Saved data entries:
=== Begin Enclosure ===

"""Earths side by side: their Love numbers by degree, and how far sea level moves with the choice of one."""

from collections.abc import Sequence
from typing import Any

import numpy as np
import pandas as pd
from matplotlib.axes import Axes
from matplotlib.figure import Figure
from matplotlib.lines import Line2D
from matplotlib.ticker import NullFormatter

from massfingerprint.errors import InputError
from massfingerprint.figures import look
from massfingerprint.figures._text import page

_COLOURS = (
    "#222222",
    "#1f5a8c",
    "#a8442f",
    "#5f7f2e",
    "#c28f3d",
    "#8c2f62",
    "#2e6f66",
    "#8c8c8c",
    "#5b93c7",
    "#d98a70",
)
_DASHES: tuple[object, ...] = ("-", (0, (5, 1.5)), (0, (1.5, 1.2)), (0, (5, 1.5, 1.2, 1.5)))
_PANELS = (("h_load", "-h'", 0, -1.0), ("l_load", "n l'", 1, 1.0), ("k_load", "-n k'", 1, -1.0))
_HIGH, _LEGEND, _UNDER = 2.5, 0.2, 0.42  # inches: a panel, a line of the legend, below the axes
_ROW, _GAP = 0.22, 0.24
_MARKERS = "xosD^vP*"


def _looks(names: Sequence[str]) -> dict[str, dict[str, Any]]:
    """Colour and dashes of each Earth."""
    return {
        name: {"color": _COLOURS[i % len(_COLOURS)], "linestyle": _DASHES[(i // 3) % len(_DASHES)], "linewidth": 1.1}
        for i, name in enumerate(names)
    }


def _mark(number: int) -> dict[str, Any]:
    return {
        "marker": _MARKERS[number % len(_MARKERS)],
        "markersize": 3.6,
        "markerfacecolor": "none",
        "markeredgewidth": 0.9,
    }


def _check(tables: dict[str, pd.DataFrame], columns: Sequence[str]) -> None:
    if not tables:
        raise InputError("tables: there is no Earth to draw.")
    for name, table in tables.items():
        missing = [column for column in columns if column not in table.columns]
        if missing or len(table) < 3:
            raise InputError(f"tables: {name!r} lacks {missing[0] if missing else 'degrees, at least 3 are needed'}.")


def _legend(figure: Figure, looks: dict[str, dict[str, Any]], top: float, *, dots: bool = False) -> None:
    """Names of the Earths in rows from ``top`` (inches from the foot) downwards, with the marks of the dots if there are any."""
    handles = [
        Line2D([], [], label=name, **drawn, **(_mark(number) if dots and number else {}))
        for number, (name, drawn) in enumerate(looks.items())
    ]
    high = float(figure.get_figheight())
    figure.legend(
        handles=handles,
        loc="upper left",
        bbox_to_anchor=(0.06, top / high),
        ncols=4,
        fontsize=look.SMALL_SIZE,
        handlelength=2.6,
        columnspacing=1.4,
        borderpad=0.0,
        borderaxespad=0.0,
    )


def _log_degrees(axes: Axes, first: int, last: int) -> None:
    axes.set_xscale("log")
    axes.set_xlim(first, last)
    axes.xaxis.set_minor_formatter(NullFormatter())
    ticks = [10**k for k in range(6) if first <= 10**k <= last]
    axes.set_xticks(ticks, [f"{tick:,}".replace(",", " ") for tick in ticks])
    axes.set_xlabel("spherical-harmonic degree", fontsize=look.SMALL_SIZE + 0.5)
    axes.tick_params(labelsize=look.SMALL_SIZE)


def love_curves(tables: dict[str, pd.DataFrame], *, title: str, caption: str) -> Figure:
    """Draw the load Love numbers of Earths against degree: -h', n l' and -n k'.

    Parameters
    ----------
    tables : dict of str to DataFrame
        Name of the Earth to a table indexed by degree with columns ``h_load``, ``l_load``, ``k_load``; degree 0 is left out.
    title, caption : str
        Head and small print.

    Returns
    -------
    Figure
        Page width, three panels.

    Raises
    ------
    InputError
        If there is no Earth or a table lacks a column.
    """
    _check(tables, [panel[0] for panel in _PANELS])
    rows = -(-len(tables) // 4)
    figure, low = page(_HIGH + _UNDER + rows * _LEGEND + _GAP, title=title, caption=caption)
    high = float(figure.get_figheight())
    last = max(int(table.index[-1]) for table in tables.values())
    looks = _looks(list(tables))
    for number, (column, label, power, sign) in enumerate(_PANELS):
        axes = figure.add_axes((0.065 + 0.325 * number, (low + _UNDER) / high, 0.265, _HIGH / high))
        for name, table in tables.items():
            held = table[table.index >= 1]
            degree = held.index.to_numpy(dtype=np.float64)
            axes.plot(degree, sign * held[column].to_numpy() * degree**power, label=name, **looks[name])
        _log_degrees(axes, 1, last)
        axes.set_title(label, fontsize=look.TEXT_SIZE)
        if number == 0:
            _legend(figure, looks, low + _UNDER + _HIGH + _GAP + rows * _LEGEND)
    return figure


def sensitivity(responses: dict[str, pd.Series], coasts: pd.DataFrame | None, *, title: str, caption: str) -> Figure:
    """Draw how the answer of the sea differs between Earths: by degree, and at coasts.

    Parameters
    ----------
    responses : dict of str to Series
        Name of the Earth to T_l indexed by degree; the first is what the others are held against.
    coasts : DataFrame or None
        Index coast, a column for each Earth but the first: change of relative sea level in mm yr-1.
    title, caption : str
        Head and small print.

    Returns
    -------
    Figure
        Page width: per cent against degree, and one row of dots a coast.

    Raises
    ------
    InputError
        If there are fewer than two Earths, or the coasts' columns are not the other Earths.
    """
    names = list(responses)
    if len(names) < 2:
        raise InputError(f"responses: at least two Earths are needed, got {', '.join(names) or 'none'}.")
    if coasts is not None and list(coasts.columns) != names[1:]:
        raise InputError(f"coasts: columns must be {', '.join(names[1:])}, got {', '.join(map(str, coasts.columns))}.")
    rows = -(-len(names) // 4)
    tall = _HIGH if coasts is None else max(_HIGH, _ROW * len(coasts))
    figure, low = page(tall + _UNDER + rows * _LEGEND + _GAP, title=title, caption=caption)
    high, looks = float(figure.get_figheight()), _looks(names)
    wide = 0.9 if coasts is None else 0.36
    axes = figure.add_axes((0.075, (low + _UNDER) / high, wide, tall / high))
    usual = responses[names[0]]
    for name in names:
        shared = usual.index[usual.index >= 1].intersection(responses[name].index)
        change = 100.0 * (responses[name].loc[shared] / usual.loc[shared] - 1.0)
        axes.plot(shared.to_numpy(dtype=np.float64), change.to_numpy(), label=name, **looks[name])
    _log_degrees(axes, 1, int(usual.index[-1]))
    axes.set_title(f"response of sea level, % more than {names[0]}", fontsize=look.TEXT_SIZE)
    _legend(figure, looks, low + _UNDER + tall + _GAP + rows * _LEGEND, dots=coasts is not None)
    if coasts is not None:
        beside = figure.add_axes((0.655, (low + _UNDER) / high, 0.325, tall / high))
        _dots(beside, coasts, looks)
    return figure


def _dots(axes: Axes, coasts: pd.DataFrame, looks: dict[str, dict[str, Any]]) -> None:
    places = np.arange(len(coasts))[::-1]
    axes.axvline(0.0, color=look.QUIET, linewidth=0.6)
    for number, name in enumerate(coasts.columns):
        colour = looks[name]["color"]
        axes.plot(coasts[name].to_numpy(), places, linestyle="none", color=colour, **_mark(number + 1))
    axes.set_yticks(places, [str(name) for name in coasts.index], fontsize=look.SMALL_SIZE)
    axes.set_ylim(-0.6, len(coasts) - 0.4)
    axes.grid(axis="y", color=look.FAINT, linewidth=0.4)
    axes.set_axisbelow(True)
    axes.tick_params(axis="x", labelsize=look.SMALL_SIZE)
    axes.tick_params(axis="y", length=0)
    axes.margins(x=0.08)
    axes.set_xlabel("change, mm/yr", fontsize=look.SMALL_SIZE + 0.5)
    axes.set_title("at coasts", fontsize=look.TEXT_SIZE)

=== End Enclosure ===

ASSIGNMENT:
For each line above that contains "needed", make a copy.

EXERCISE RESPONSE:
            raise InputError(f"tables: {name!r} lacks {missing[0] if missing else 'degrees, at least 3 are needed'}.")
        raise InputError(f"responses: at least two Earths are needed, got {', '.join(names) or 'none'}.")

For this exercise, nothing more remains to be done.